Услышать «белый» голос

 

(О книге: Дмитрий Воденников. Лучшие эссе / Д. Воденников; сост. П.Рыжова. – М.: Издательство АСТ: Редакция Елены Шубиной, 2018. – 376 [6] с. – (Культурный разговор).

 

 

Я, я, я! Что за дикое слово!

Неужели вон тот — это я?

(В.Ходасевич)

 

Название книги «Воденников в прозе» полностью отвечает стратегии литературного поведения её автора: прекрасный нарцисс, увлечённо и отрешённо всматривающийся в собственное отражение. Произведения Дмитрия Воденникова невозможно «рассматривать» забыв об авторе. В каждом стихотворении, в каждом эссе, в каждой строке – Воденников: любой текст читатель произносит голосом автора, даже если автора никогда не слышал (а вероятность эта настолько мала, что ею можно пренебречь). Творения есть отражения автора. Даже если «стихи ушли», осталась жизнь, голос и отражения: «Я стал жить. И глотать пространство и воздух. Искать надписи. Оказалось, кто-то пишет на стенах мои стихи». Бесконечная повсеместная зеркальность: «сочинитель смотрится в зеркало – и видит текст», как убеждённо высказался в одном из своих эссе Юрий Казарин.

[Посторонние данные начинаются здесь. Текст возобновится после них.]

//! What cannot be opened at all, and the words in which it is refused.

use crate::support::{C, S, archive, file, folder, read, said, workbook};
use schedule_io::read::read_book;

fn refused(name: &str, bytes: &[u8]) -> String {
    let (dir, path) = file(name, bytes);
    let said = read_book(&path).unwrap_err().to_string();
    said.replace(&format!("{}/", dir.path().display()), "")
}

#[test]
fn files_of_other_kinds_are_refused_with_a_remedy() {
    let good = workbook(&[S::new("Panels", &[&[C::T("Panel")]])]);
    let encrypted = b"\xd0\xcf\x11\xe0\xa1\xb1\x1a\xe1 and so on".to_vec();
    let other_archive = archive(&[("mimetype".to_owned(), "application/x".to_owned())]);
    for (name, bytes, expected) in [
        ("a.xls", &good[..], "a floor book is no .xls file; open it in a spreadsheet and save it as .xlsx"),
        ("a.ods", &good[..], "a floor book is no .ods file; open it in a spreadsheet and save it as .xlsx"),
        ("a.xlsm", &good[..], "a floor book is no .xlsm file; open it in a spreadsheet and save it as .xlsx"),
        ("a.csv", b"Panel", "one CSV file is no floor book; give the folder that holds the CSV files"),
        ("a.txt", b"Panel", "the file is no .xlsx workbook; give an .xlsx workbook or a folder of CSV files"),
        ("~$a.xlsx", b"x", "this is the lock file of a book that is open; give the book itself"),
        (".~lock.a.xlsx#", b"x", "this is the lock file of a book that is open; give the book itself"),
        ("a.xlsx", b"", "the file is empty; copy it again or restore it"),
        (
            "a.xlsx",
            b"Panel,X from",
            "the file is no .xlsx workbook; open it in a spreadsheet and save it again as .xlsx",
        ),
        (
            "a.xlsx",
            &encrypted,
            "the workbook is protected by a password, or it is an old .xls file under a new name; \
             save it as .xlsx without a password",
        ),
        (
            "a.xlsx",
            &good[..good.len() / 2],
            "the workbook is damaged or cut short; copy it again or restore it",
        ),
        (
            "a.xlsx",
            &other_archive,
            "the file is an archive but no .xlsx workbook; open it in a spreadsheet and save it again as .xlsx",
        ),
        (
            "a.xlsx",
            &workbook(&[S::new("Prices", &[&[C::T("x")]])]),
            "the workbook holds no sheet of a floor book; name its sheets Criteria, Gridlines, Panels and so on",
        ),
    ] {
        assert_eq!(refused(name, bytes), format!("{name}: {expected}"));
    }
}

#[test]
fn missing_paths_and_empty_folders_are_refused() {
    let (dir, path) = folder(&[("notes.csv", b"x")]);
    let said = read_book(&path).unwrap_err().to_string();
    assert!(
        said.ends_with(
            "the folder holds no CSV file of a floor book; give a folder with criteria.csv, gridlines.csv, \
             panels.csv and so on, or an .xlsx workbook"
        ),
        "{said}"
    );
    let said = read_book(&dir.path().join("none.xlsx")).unwrap_err().to_string();
    assert!(said.ends_with("there is no such file or folder; check the name and the folder"), "{said}");
}

#[test]
fn a_workbook_that_claims_to_unpack_to_gigabytes_is_refused_unopened() {
    let mut bytes = workbook(&[S::new("Panels", &[&[C::T("Panel")]])]);
    let entry = bytes.windows(4).position(|window| window == b"PK\x01\x02").unwrap();
    bytes[entry + 24..entry + 28].copy_from_slice(&0x7fff_ffff_u32.to_le_bytes());
    assert_eq!(
        refused("a.xlsx", &bytes),
        "a.xlsx: unpacked, the workbook is larger than 500 MB; \
         remove what is no part of the floor book and save it again"
    );
}

#[test]
fn crafted_references_are_no_panic() {
    for extra in [
        r#"<row r="5"><c r="ZZZZZZZZZZ99999999999"><v>1</v></c></row>"#,
        r#"<row r="4294967295"><c r="A4294967295"><v>1</v></c></row>"#,
        r#"<row r="x"><c r="!"><v>1</v></c></row>"#,
        r#"<row r="5"><c r="A5" t="s"><v>99</v></c></row>"#,
    ] {
        let mut sheet = S::new("Panels", &[&[C::T("Panel"), C::T("X from")]]);
        sheet.extra_rows = extra.to_owned();
        let (_dir, path) = file("a.xlsx", &workbook(&[sheet]));
        // Refused as a whole or with an error of the sheet; never taken for a good book.
        assert!(read_book(&path).map_or(true, |reading| reading.book.is_none()), "{extra}");
    }
    let mut sheet = S::new("Panels", &[&[C::T("Panel"), C::T("X from")]]);
    sheet.merged = vec!["C9:A1", "A1:XFD1048576"];
    let (_dir, path) = file("a.xlsx", &workbook(&[sheet]));
    assert!(read_book(&path).map_or(true, |reading| reading.book.is_none()));
}

#[test]
fn a_folder_takes_its_own_files_by_name_and_leaves_the_rest() {
    let files: &[(&str, &[u8])] = &[
        ("Loose Panels.CSV", b"Panel,Short span,Long span\nR1,3.1,4.2\n"),
        ("~$panels.csv", b"x"),
        (".hidden.csv", b"x"),
        ("readme.csv", b"x"),
        ("sketch.png", b"x"),
    ];
    let (_dir, path) = folder(files);
    let reading = read(&path);
    assert!(reading.queries.is_empty(), "{:?}", said(&reading));
    assert_eq!(reading.book.unwrap().layout.loose_panels.len(), 1);
}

Собранные в книге эссе были опубликованы в разные годы на сайтах «Газета.ru», millionaire.ru, carnegie.ru и в журналах «Сноб», «Story», «Русская жизнь». В этих газетных и журнальных колонках Воденников продолжает прерванный разговор о волнующем в конкретный временной эпизод (час, день, месяц, год…), подспудно говоря о главном, метафизическом, онтологическом. Например: «Поговорим, как сильфида с сильфидой. А именно – о Пушкине» («Поколения «П»»).  

Или: «Слышали ли вы новость? Курение на летних площадках ресторанов запрещено, если они имеют пол или навес. Так решил Роспотребнадзор.

В Париже, значит, курить на террасе можно, а вот в России, где есть Роспотребнадзор, нельзя. В Риме, где, куда ни плюнь, везде кватроченто, высокое или позднее Возрождение, курить можно, а в Торжке – нет. <…> Неудивительно, что там, у них, все загнивает и вообще творится евросодом. А у нас, тут, где Роспотребнадзор, лепота и благочиние. Роспотребнадзор еврокурения не допустит! («Зловредство и сиротство»).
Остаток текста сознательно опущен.